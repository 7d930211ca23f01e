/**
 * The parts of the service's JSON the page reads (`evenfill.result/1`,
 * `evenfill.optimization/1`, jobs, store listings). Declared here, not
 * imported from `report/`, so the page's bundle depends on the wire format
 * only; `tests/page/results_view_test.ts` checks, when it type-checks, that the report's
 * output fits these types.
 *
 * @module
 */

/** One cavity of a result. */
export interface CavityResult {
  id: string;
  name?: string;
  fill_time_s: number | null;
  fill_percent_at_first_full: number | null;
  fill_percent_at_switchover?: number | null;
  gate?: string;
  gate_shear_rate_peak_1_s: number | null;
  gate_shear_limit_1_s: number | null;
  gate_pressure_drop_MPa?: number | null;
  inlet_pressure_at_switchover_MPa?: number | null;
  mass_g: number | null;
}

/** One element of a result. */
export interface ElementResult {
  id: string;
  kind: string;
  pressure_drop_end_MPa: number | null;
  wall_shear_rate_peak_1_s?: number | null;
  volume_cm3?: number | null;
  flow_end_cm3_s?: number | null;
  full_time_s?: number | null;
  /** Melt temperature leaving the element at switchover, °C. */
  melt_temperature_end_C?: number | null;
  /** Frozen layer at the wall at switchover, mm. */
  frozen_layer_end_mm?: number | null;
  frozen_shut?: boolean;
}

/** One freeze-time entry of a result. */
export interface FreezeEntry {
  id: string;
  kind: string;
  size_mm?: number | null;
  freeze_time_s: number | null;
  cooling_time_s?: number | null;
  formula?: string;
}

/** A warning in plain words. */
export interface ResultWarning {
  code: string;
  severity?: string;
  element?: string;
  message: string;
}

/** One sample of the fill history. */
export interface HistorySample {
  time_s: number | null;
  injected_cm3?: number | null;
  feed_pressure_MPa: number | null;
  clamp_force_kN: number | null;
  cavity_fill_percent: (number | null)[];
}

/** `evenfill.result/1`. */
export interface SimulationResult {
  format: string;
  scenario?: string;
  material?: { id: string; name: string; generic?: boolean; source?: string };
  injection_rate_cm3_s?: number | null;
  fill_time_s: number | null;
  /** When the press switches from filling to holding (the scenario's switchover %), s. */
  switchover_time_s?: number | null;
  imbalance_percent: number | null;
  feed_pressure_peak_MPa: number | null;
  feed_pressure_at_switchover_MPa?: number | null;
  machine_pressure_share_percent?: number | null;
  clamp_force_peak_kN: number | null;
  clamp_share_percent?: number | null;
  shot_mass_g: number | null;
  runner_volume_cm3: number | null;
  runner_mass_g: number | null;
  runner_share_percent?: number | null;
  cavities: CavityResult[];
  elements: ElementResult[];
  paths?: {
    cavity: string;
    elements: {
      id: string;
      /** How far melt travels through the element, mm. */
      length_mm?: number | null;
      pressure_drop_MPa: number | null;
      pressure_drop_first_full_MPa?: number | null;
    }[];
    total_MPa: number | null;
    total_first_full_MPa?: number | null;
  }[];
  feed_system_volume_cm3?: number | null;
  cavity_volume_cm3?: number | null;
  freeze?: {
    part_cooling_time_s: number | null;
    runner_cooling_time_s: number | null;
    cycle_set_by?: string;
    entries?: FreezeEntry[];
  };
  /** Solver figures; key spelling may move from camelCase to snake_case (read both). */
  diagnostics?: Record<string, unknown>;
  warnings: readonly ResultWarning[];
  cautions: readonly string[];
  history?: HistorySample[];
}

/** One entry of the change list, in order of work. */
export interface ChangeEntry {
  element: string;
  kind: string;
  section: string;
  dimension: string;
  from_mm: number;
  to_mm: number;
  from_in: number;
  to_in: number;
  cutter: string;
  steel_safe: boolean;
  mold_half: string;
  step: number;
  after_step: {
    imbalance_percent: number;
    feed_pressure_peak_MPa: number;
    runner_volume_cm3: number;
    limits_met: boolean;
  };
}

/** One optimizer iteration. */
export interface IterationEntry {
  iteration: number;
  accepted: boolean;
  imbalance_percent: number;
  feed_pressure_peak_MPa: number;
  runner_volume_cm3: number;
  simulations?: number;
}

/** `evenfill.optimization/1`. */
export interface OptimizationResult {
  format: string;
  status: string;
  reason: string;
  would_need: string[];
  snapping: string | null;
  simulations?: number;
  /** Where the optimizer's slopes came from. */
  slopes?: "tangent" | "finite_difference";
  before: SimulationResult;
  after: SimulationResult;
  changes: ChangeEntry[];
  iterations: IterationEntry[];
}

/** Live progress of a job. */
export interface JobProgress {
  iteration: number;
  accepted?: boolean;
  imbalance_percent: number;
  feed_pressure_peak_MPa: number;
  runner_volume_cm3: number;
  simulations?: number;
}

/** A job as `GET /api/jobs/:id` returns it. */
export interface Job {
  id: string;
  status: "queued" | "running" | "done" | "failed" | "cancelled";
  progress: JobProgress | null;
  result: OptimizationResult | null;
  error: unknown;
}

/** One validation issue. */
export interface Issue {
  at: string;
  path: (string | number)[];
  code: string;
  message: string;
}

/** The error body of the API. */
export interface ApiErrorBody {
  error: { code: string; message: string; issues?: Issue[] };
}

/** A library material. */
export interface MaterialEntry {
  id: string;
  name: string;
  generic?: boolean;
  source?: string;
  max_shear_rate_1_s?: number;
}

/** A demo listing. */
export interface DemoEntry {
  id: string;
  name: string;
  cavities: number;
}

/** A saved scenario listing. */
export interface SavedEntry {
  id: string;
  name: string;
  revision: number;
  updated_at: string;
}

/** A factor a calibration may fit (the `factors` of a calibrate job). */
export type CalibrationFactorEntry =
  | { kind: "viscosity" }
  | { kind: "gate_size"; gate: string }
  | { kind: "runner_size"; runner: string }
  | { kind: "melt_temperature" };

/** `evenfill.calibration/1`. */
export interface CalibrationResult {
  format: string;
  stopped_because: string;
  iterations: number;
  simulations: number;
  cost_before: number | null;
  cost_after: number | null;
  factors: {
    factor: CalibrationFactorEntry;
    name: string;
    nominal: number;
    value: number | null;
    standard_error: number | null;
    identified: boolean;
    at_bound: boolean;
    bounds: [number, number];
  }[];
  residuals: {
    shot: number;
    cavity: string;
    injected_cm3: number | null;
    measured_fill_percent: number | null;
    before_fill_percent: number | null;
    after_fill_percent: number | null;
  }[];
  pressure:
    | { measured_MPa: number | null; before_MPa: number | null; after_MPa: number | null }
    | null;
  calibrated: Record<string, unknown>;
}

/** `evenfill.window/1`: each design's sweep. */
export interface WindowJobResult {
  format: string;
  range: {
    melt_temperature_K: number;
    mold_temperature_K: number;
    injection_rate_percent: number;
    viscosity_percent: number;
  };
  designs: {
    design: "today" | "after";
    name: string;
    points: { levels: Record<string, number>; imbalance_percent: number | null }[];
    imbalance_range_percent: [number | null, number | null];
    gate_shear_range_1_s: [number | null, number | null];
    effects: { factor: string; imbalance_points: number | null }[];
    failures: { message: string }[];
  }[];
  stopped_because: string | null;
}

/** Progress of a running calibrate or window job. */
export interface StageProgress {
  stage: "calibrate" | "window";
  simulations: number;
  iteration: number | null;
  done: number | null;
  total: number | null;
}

---

Print exactly the lines from the beginning of the entries through the line with "that the report's". Output nothing more.

repository 7d930211ca23f01e
/**
 * The parts of the service's JSON the page reads (`evenfill.result/1`,
 * `evenfill.optimization/1`, jobs, store listings). Declared here, not
 * imported from `report/`, so the page's bundle depends on the wire format
 * only; `tests/page/results_view_test.ts` checks, when it type-checks, that the report's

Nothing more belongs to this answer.